▶ [PROBLEM STATEMENT]
Check each line of the records below and collect those holding "rimMiss".
(DATASET CONTENT Opens)
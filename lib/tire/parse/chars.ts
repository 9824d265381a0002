/** Reading text character by character, for the shortcuts that read common markings without tokens. */
import { isLetter, isSpace } from "./tokens";

/** Reading past the end of a string is slow: 0 there instead. */
export const codeAt = (input: string, at: number): number => (at < input.length ? input.charCodeAt(at) : 0);
export const upper = (c: number): number => (c >= 97 && c <= 122 ? c - 32 : c);
export const [F, L, M, P, R, S, T, X, Y, Z] = [..."FLMPRSTXYZ"].map((letter) => letter.charCodeAt(0));
export const [SLASH, POINT, DASH, OPEN, CLOSE, PLUS, AMPERSAND, THREE] = [..."/.-()+&3"].map((mark) => mark.charCodeAt(0));

/** The number the digits in [from, to) write. */
export function valueOf(input: string, from: number, to: number): number {
  let value = 0;
  for (let k = from; k < to; k++) value = value * 10 + input.charCodeAt(k) - 48;
  return value;
}

export function spacesEnd(input: string, at: number): number {
  while (at < input.length && isSpace(input.charCodeAt(at))) at++;
  return at;
}

export function letterRunEnd(input: string, at: number): number {
  while (at < input.length && isLetter(input.charCodeAt(at))) at++;
  return at;
}

/** The letters in [from, to) spell `word` (in capitals) in any case. */
export function spells(input: string, from: number, to: number, word: string): boolean {
  if (to - from !== word.length) return false;
  for (let i = from; i < to; i++) if (upper(input.charCodeAt(i)) !== word.charCodeAt(i - from)) return false;
  return true;
}

/** Whether each ASCII character is one of `chars`, by its code: a look-up cheaper than a Set's in a loop over characters. */
export function asciiTable(chars: string): Uint8Array {
  const table = new Uint8Array(128);
  for (let i = 0; i < chars.length; i++) table[chars.charCodeAt(i)] = 1;
  return table;
}

export const isIn = (table: Uint8Array, c: number): boolean => c < 128 && table[c] === 1;
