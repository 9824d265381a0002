import { isLoadRange } from "../load-range";
import type { SizePrefix, TireSize } from "../types";
import { MM_PER_INCH } from "../units";
import { endsChunk, glued, numAt, punctAt, wordAt, type Reader } from "./reader";
import {
  BIAS, CONSTRUCTION_CODES, construction, decimals, flotationExample, inRange, makeSize, metricExample, miss, PREFIXES, RADIAL,
  RADIAL_ASSUMED, rimMiss, rimStatus, SIZE_BOUNDS, type SizeMatch, type SizeTokens,
} from "./size-parts";
import type { Token } from "./tokens";

/**
 * A letter right after the rim: "C" (ETRTO commercial), "LT" (a trailing LT), or a load range ("LT265/75R16E").
 * On sizes that are not LT-type only a letter touching the rim counts as a load range.
 */
function readSuffix(r: Reader, m: SizeMatch & { size: TireSize; at: SizeTokens }, k: number): void {
  const w = wordAt(r, k);
  if (w === undefined || !endsChunk(r, k + 1)) return;
  const size = m.size;
  const ltType = size.kind !== "metric" || size.prefix === "LT" || size.prefix === "ST";
  const canBeLt = size.prefix === null || size.prefix === "LT";
  let letter: string | null = null;
  if (w === "LT" && canBeLt) size.prefix = "LT";
  else if (w.length === 3 && w.startsWith("LT") && canBeLt && isLoadRange(w.slice(2))) {
    size.prefix = "LT";
    letter = w.slice(2);
  } else if (w === "C" && !ltType && size.prefix === null) size.commercial = true;
  else if (w.length === 1 && isLoadRange(w) && (ltType || glued(r, k))) letter = w;
  else return;
  m.end = k + 1;
  m.sizeEnd = letter === null ? k + 1 : k;
  m.loadRangeLetter = letter;
  if (letter === null) m.at.suffix = k;
}

function found(r: Reader, size: TireSize, at: SizeTokens, assumed: string | null): SizeMatch {
  const m = { end: at.rim + 1, sizeEnd: at.rim + 1, size, problem: null, assumed, loadRangeLetter: null, at };
  readSuffix(r, m, at.rim + 1);
  return m;
}

function matchFlotation(r: Reader, i: number, j: number, prefix: SizePrefix | null): SizeMatch | null {
  if (prefix !== null && prefix !== "LT") return null;
  const diameter = numAt(r, j) as Token;
  const width = numAt(r, j + 2) as Token;
  const c = construction(r, j + 3, true);
  if (!c) return miss(j + 3, "the construction letter and rim diameter are missing", `Write it as marked, e.g. ${flotationExample(diameter, width)}.`);
  const k = j + 3 + c.tokens;
  const rimOk = rimStatus(r, k);
  if (rimOk !== "ok") return rimMiss(r, k, rimOk, flotationExample(diameter, width));
  const rim = numAt(r, k) as Token;
  if (!inRange(diameter.value, SIZE_BOUNDS.flotationDiameterIn) || decimals(diameter) > 2 ||
      !inRange(width.value, SIZE_BOUNDS.flotationWidthIn) || decimals(width) > 2 || diameter.value - rim.value < 2) {
    return miss(k + 1, "the numbers do not make a flotation size", "Flotation sizes read overall diameter x section width (inches), then the rim, e.g. 33x12.50R15LT.");
  }
  const size = makeSize("flotation", prefix, width.value * MM_PER_INCH, null, c.code, rim.value, diameter.value);
  const at = { prefix: prefix ? i : -1, first: j, second: j + 2, construction: c.assumed ? -1 : j + 3, rim: k, suffix: -1, runTogether: false };
  return found(r, size, at, c.assumed ? RADIAL_ASSUMED : null);
}

/**
 * Truck and inch-width sizes: a width in inches, R or a dash (bias), the rim as marked: "11R22.5",
 * "7.50R16LT", "7.50-16", "ST4.80-12". Anything else (a "10-PLY", a metric width) is left to the other readers.
 */
function matchInch(r: Reader, i: number, j: number, prefix: SizePrefix | null): SizeMatch | null {
  if (prefix !== null && prefix !== "LT" && prefix !== "ST") return null;
  const width = numAt(r, j);
  if (!width || (width.plain && width.text.length > 2) || decimals(width) > 2 || !inRange(width.value, SIZE_BOUNDS.inchWidthIn)) return null;
  const code = CONSTRUCTION_CODES.get(wordAt(r, j + 1) ?? "");
  const marked = code && !code.zr && !code.runFlat && code.construction !== "B" ? code : punctAt(r, j + 1) === "-" ? BIAS : null;
  if (!marked || rimStatus(r, j + 2) !== "ok") return null;
  const rim = numAt(r, j + 2) as Token;
  if (rim.value <= width.value) return null;
  // Hundredths of an inch × 0.254 mm, in whole numbers first, so 4.80 in reads 121.92 mm, not 121.91999….
  const size = makeSize("inch", prefix, (Math.round(width.value * 100) * 254) / 1000, null, marked, rim.value, null);
  const at = { prefix: prefix ? i : -1, first: j, second: -1, construction: j + 1, rim: j + 2, suffix: -1, runTogether: false };
  const m = found(r, size, at, null);
  // Without LT or ST, an inch-width size is a truck or commercial size.
  if (size.prefix === null) size.commercial = true;
  return m;
}

/** Width and aspect ratio: "285/50", "285-50", "285 50", or run together as "28550". */
function widthAndAspect(r: Reader, j: number) {
  const first = numAt(r, j) as Token;
  const t = first.text;
  if (t.length === 5 || t.length === 7) {
    return { width: Number(t.slice(0, 3)), aspect: Number(t.slice(3, 5)), rim: t.length === 7 ? Number(t.slice(5)) : null, second: j, next: j + 1, sep: "" };
  }
  if (t.length !== 2 && t.length !== 3) return null;
  const width = first.value;
  const sep = punctAt(r, j + 1);
  const second = numAt(r, j + 2);
  if ((sep === "/" || sep === "-") && second?.plain && second.text.length === 2) {
    return { width, aspect: second.value, rim: null, second: j + 2, next: j + 3, sep };
  }
  const spaced = numAt(r, j + 1);
  if (t.length === 3 && spaced?.gap && spaced.plain && spaced.text.length === 2) {
    return { width, aspect: spaced.value, rim: null, second: j + 1, next: j + 2, sep: " " };
  }
  return { width, aspect: null, rim: null, second: -1, next: j + 1, sep: sep === "/" || sep === "-" ? sep : "" };
}

function validMetric(r: Reader, size: TireSize, at: SizeTokens, assumed: string | null): SizeMatch {
  const next = at.rim + 1;
  if (!inRange(size.sectionWidthMm, SIZE_BOUNDS.sectionWidthMm)) {
    return miss(next, `a section width of ${size.sectionWidthMm} mm is not a tire size`, "Section widths run from 60 to 499 mm, e.g. 205/55R16.");
  }
  if (size.aspectRatio !== null && !inRange(size.aspectRatio, SIZE_BOUNDS.aspectRatio)) {
    return miss(next, `an aspect ratio of ${size.aspectRatio} is not a tire size`, "Aspect ratios run from 20 to 95, e.g. 205/55R16.");
  }
  return found(r, size, at, assumed);
}

function matchMetric(r: Reader, i: number, j: number, prefix: SizePrefix | null): SizeMatch | null {
  if (!numAt(r, j)?.plain) return null;
  const wa = widthAndAspect(r, j);
  if (!wa) return null;
  const at: SizeTokens = { prefix: prefix ? i : -1, first: j, second: wa.second, construction: -1, rim: -1, suffix: -1, runTogether: wa.sep === "" && wa.aspect !== null };
  if (wa.rim !== null) {
    if (!endsChunk(r, wa.next) || !inRange(wa.rim, SIZE_BOUNDS.rimDiameterIn)) return null;
    at.rim = j;
    return validMetric(r, makeSize("metric", prefix, wa.width, wa.aspect, RADIAL, wa.rim, null), at, RADIAL_ASSUMED);
  }
  let k = wa.next;
  if (wa.aspect === null) {
    if (wa.sep !== "") {
      if (!CONSTRUCTION_CODES.has(wordAt(r, k + 1) ?? "") || !numAt(r, k + 2)) return null;
      return miss(k + 3, "the aspect ratio is missing", `Write the aspect ratio after the slash, e.g. ${wa.width}/55${wordAt(r, k + 1)}${numAt(r, k + 2)?.text}.`);
    }
    // Sizes marked without an aspect ratio: "155R13", "185R14C".
    const code = CONSTRUCTION_CODES.get(wordAt(r, k) ?? "");
    if (!code || wa.width < 100 || !numAt(r, k + 1)) return null;
    const rim = rimStatus(r, k + 1);
    if (rim !== "ok") return rimMiss(r, k + 1, rim, `${wa.width}R13`);
    at.construction = k;
    at.rim = k + 1;
    return validMetric(r, makeSize("metric", prefix, wa.width, null, code, (numAt(r, k + 1) as Token).value, null), at, null);
  }
  const c = construction(r, k, wa.sep === "/");
  if (!c) {
    const letter = wordAt(r, k);
    return letter !== undefined && numAt(r, k + 1) && glued(r, k + 1)
      ? miss(k + 2, `"${letter}" is not a construction code`, `Use R (radial), D or - (bias) or B (belted), e.g. ${metricExample(wa.width, wa.aspect)}.`)
      : miss(k, "the construction letter and rim diameter are missing", `Add them after the aspect ratio, e.g. ${metricExample(wa.width, wa.aspect)}.`);
  }
  if (!c.assumed) at.construction = k;
  k += c.tokens;
  const rim = rimStatus(r, k);
  if (rim !== "ok") return rimMiss(r, k, rim, metricExample(wa.width, wa.aspect));
  at.rim = k;
  // Anything but the standard slash and construction letter gets a note of how it was read.
  const note = c.assumed ? RADIAL_ASSUMED : wa.sep === "/" ? null : "";
  return validMetric(r, makeSize("metric", prefix, wa.width, wa.aspect, c.code, (numAt(r, k) as Token).value, null), at, note);
}

/** Reads the tokens at i as a size, a size-like text with a problem, or nothing (null). */
export function matchSize(r: Reader, i: number): SizeMatch | null {
  let j = i;
  let prefix: SizePrefix | null = null;
  const w = wordAt(r, i);
  if (w !== undefined) {
    if (!PREFIXES.has(w) || !numAt(r, i + 1)) return null;
    prefix = w as SizePrefix;
    j = i + 1;
  }
  if (wordAt(r, j + 1) === "X" && numAt(r, j + 2)) return matchFlotation(r, i, j, prefix);
  return matchInch(r, i, j, prefix) ?? matchMetric(r, i, j, prefix);
}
(DATASET CONTENT Closes)
▶ [EXERCISE OUTPUT]
  RADIAL_ASSUMED, rimMiss, rimStatus, SIZE_BOUNDS, type SizeMatch, type SizeTokens,
  if (rimOk !== "ok") return rimMiss(r, k, rimOk, flotationExample(diameter, width));
    if (rim !== "ok") return rimMiss(r, k + 1, rim, `${wa.width}R13`);
  if (rim !== "ok") return rimMiss(r, k, rim, metricExample(wa.width, wa.aspect));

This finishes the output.